Vega problem was always about how hard it was to get maximum performance out of real workload.
Which in some applications will be seen as 1.6 TB/s, while other applications may see 3.2 TB/s. It depends on how you organize your data, and whether or not you can split your data into two memory-systems that are independent of each other.
Given that infinity fabric is like 400GB/s between the dies, your average-case (assuming 25% of your data in on the "far" memory and 75% of your data is in the "near" memory) is 2.0 TB/s, and only if one of the processors is near-idle. If you can split your data to be 100% in near-memory and not worry about the far-memory at all and have perfect parallelism, you can theoretically get to 3.2 TB.
Not that 1.6 TB/s is slow. But... given the "crossfire-like" setup here, I think its misleading to call this 3.2 TB of bandwidth.
Hmmm... I guess I'd "want" the OAM system, but who the heck would even sell you an OAM motherboard / system to play with? Those have to be incredibly expensive (thinking like $2000+ motherboards alone).
NVidia's DGX systems are $200,000+ computers.
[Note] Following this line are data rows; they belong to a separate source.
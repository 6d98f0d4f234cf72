package org.annulet.solver.assembly;

import static org.assertj.core.api.Assertions.assertThat;
import static org.assertj.core.api.Assertions.assertThatThrownBy;
import static org.assertj.core.api.Assertions.within;

import java.util.ArrayList;
import java.util.List;
import org.annulet.mesher.mesh.Mesh;
import org.annulet.solver.boundary.Impedance;
import org.annulet.solver.boundary.OpenEnd;
import org.annulet.solver.boundary.Wall;
import org.annulet.solver.derivative.FlameFading;
import org.annulet.solver.derivative.FlameFading.Origin;
import org.annulet.solver.eigen.PreparedOperator;
import org.annulet.solver.flame.Flame;
import org.annulet.solver.flame.Place;
import org.annulet.solver.flame.Reference;
import org.annulet.solver.flame.Side;
import org.annulet.solver.modes.Mode;
import org.annulet.solver.operator.AcousticOperator;
import org.apache.commons.math3.complex.Complex;
import org.junit.jupiter.api.Test;
import org.junit.jupiter.params.ParameterizedTest;
import org.junit.jupiter.params.provider.CsvSource;

/**
 * Acoustic and flame-born modes of the ducts of rows D: c = 347 then 850 m/s, b = 0.3 m, L = 1 m.
 */
class FlameFadingTest {
  private static AcousticOperator duct(double jump, double tau, Wall inlet, Wall outlet) {
    Mesh mesh =
        Strips.flat(new double[] {0, 0.3, 1}, new int[] {12, 28}, new double[] {0, 0.01}, 1);
    ProblemBuilder b = new ProblemBuilder(mesh, new Plane(0.05), Gases.of(mesh, 347, 850));
    if (inlet != null) {
      b.wall("inlet", inlet);
    }
    return b.wall("outlet", outlet)
        .flame(
            new Flame(
                "main",
                new Place.Sheet("joint1"),
                new Reference.EdgeFlux("joint1", new Side.InZone("0"), 10),
                Gases.firing(jump, tau, 0.01 * 0.05 * 10)))
        .build()
        .operator();
  }

  private static FlameFading.Trace trace(AcousticOperator op, double f, double growth) {
    NearRoot r = NearRoot.of(op, f, growth);
    assertThat(r.frequency()).isCloseTo(f, within(0.02 * f));
    Mode mode = new Mode(r.growth(), r.frequency(), r.re, r.im, 1, 0, 1, Mode.Verdict.CONVERGED);
    return fading(op).trace(mode);
  }

  private static FlameFading fading(AcousticOperator op) {
    return new FlameFading(new PreparedOperator(op), t -> t.name().startsWith("flame "));
  }

  /**
   * Row D2 and D2.passive (188.93368 and 403.63855 Hz): two of the four roots go to passive modes,
   * checked by following the dispersion relation in the same way, see {@link #exact}.
   */
  @ParameterizedTest
  @CsvSource({
    "117.76789, -695.5768, 0",
    "202.19168, 83.4808, 188.93368",
    "408.20228, 92.9935, 403.63855",
    "528.38460, -829.1369, 0"
  })
  void closedOpenDuct_tellsAcousticFromFlameBorn(double f, double growth, double passive) {
    FlameFading.Trace trace = trace(duct(0.5, 3e-3, null, new OpenEnd()), f, growth);
    assertThat(trace.origin()).isEqualTo(passive > 0 ? Origin.ACOUSTIC : Origin.INTRINSIC);
    if (passive > 0) {
      Complex end = trace.passive().orElseThrow();
      assertThat(end.getImaginary() / (2 * Math.PI)).isCloseTo(passive, within(1e-3 * passive));
      assertThat(end.getReal()).isCloseTo(0, within(1e-6));
    }
    assertThat(exact(0.5, 3e-3, f, growth) < 0.01).isEqualTo(passive > 0);
  }

  /** Rows D6: between ends that do not reflect there is no acoustic mode at all. */
  @ParameterizedTest
  @CsvSource({"166.66667", "500"})
  void endsWithoutReflection_haveFlameBornModesOnly(double f) {
    Wall still = new Impedance(new Complex(1));
    FlameFading.Trace trace = trace(duct(5, 3e-3, still, still), f, 123.7297);
    assertThat(trace.origin()).isEqualTo(Origin.INTRINSIC);
  }

  /** c₂ cosh cosh + (1 + N e^{−sτ}) c₁ sinh sinh, closed inlet, open outlet. */
  private static Complex relation(Complex s, Complex jump, double tau) {
    Complex a = s.multiply(0.3 / 347);
    Complex b = s.multiply(0.7 / 850);
    Complex flame = s.multiply(-tau).exp().multiply(jump).add(1);
    return a.cosh()
        .multiply(b.cosh())
        .multiply(850)
        .add(flame.multiply(a.sinh()).multiply(b.sinh()).multiply(347));
  }

  private static Complex newton(Complex start, Complex jump, double tau) {
    Complex s = start;
    for (int k = 0; k < 40; k++) {
      Complex h = s.multiply(1e-6);
      Complex slope =
          relation(s.add(h), jump, tau)
              .subtract(relation(s.subtract(h), jump, tau))
              .divide(h.multiply(2));
      s = s.subtract(relation(s, jump, tau).divide(slope));
    }
    return s;
  }

  /** The exact branch in 4000 equal steps of ln N; how far it still moves at the end, over |s|. */
  private static double exact(double jump, double tau, double f, double growth) {
    Complex s = newton(new Complex(growth, 2 * Math.PI * f), new Complex(jump), tau);
    Complex last = s;
    for (int k = 1; k <= 4000; k++) {
      last = s;
      s = newton(s, new Complex(jump * Math.exp(-7.0 * k / 4000)), tau);
    }
    return s.subtract(last).abs() * 4000 / 7 / s.abs();
  }

  /**
   * Two branches meet where the relation and its slope vanish together. Found by a scan of N and τ
   * and Newton on (s, N, τ); modes at 1.5 times that N pass the place on their way.
   */
  @Test
  void pastAnExceptionalPoint_theOriginIsCalledAmbiguous() {
    double[] place = exceptional();
    double jump = place[2];
    double tau = place[3];
    Complex meeting = new Complex(place[0], place[1]);
    Complex near = newton(meeting.multiply(1.001), new Complex(1.01 * jump), tau);
    Complex other = newton(meeting.multiply(0.999), new Complex(1.01 * jump), tau);
    List<Origin> origins = new ArrayList<>();
    for (Complex start : List.of(near, other)) {
      Complex s = start;
      for (int k = 1; k <= 400; k++) {
        s = newton(s, new Complex(jump * (1.01 + 0.49 * k / 400)), tau);
      }
      AcousticOperator op = duct(1.5 * jump, tau, null, new OpenEnd());
      origins.add(trace(op, s.getImaginary() / (2 * Math.PI), s.getReal()).origin());
    }
    assertThat(origins).contains(Origin.AMBIGUOUS);
  }

  /** {Re s, Im s, N, τ} with relation = slope = 0, by Newton from a coarse start. */
  private static double[] exceptional() {
    for (double tau = 1.5e-3; tau < 5e-3; tau += 1e-4) {
      for (double growth : new double[] {-400, -200, 0}) {
        double[] x = {growth, 2 * Math.PI * 300, 0.4, tau};
        for (int k = 0; k < 60; k++) {
          double[] f = residual(x);
          double[][] j = new double[4][5];
          for (int c = 0; c < 4; c++) {
            double h = 1e-6 * Math.max(Math.abs(x[c]), c < 2 ? 1 : 1e-6);
            double[] y = x.clone();
            y[c] += h;
            double[] g = residual(y);
            for (int r = 0; r < 4; r++) {
              j[r][c] = (g[r] - f[r]) / h;
            }
          }
          for (int r = 0; r < 4; r++) {
            j[r][4] = -f[r];
          }
          double[] d = solve(j);
          for (int c = 0; c < 4; c++) {
            x[c] += d[c];
          }
        }
        double[] f = residual(x);
        boolean found = Math.hypot(f[0], f[1]) < 1e-6 && Math.hypot(f[2], f[3]) < 1e-6;
        if (found
            && x[1] > 600
            && x[1] < 4000
            && x[2] > 0.05
            && x[2] < 3
            && x[3] > 5e-4
            && x[3] < 8e-3) {
          return x;
        }
      }
    }
    throw new AssertionError("no exceptional point found");
  }

  private static double[] residual(double[] x) {
    Complex s = new Complex(x[0], x[1]);
    Complex n = new Complex(x[2]);
    Complex h = s.multiply(1e-5);
    Complex v = relation(s, n, x[3]);
    Complex slope =
        relation(s.add(h), n, x[3]).subtract(relation(s.subtract(h), n, x[3])).divide(2e-5);
    return new double[] {v.getReal(), v.getImaginary(), slope.getReal(), slope.getImaginary()};
  }

  private static double[] solve(double[][] a) {
    for (int c = 0; c < 4; c++) {
      int best = c;
      for (int r = c; r < 4; r++) {
        best = Math.abs(a[r][c]) > Math.abs(a[best][c]) ? r : best;
      }
      double[] t = a[best];
      a[best] = a[c];
      a[c] = t;
      for (int r = 0; r < 4; r++) {
        if (r != c) {
          double m = a[r][c] / a[c][c];
          for (int k = c; k < 5; k++) {
            a[r][k] -= m * a[c][k];
          }
        }
      }
    }
    return new double[] {
      a[0][4] / a[0][0], a[1][4] / a[1][1], a[2][4] / a[2][2], a[3][4] / a[3][3]
    };
  }

  @Test
  void modeOfAnotherMesh_isRefused() {
    FlameFading fading = fading(duct(0.5, 3e-3, null, new OpenEnd()));
    assertThat(fading.hasFlames()).isTrue();
    Mode wrong = new Mode(0, 1, new double[3], new double[3], 1, 0, 0, Mode.Verdict.CONVERGED);
    assertThatThrownBy(() -> fading.trace(wrong))
        .isInstanceOf(IllegalArgumentException.class)
        .hasMessageContaining("modes of the same mesh");
  }
}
That's what I'd expect OAM-systems to cost at a minimum, maybe $200k to $1MM. Cache-coherent fabrics between CPU and GPU is just going to be expensive as all heck.
------------
Even the PCIe card is probably going to be outside the cost of any reasonable hobbyist.
And btw assuming anything is beyond someone you don't know is a bit lame, I do get to mess with some nice stuff at work, and home, it's just not always my own.
And is coincidentally why I build PC for others on the side , joy ,and obviously those 3dmark achievements won't get themselves.
Most likely, a "small person" would have access to these things if a cloud-provider started renting out some time to them. Either that, or university classes methinks. That's just how to make the $200,000 to $20,000,000 equipment work out for a community.
Its not so much "out of reach" as much as a community purchase. Either the community at your work, or some other learning-oriented community (technical school, university, colleges).
-----
I guess there are some very rich people out there who might be able to afford one of these things in their garage though. But if someone is that rich, I would hope that they join a university and allow the purchase to be used by students as well :cool: Acts of charity and all that, lol.
I'm not sure what your problem is actually as I said I want all sorts of shit I am ok with never owning, don't tell , your different aren't you!.?
I see your point though, recalling 3090's figures. :) A100 were sold in packs of 10, if I'm not mistaken, for $200k. I don't see why AMD would ask half of that sum for a vastly faster product.
The PCIe-versions won't have cache-coherency, and will have fewer links. Anyone who wants 2-or-fewer MI200s (or A100s) probably wants the PCIe version. The HGX A100 / OAM MI200 is really for customers who run 4x GPUs, 8x GPUs or more (which is probably why it makes sense to sell them in packs of 10).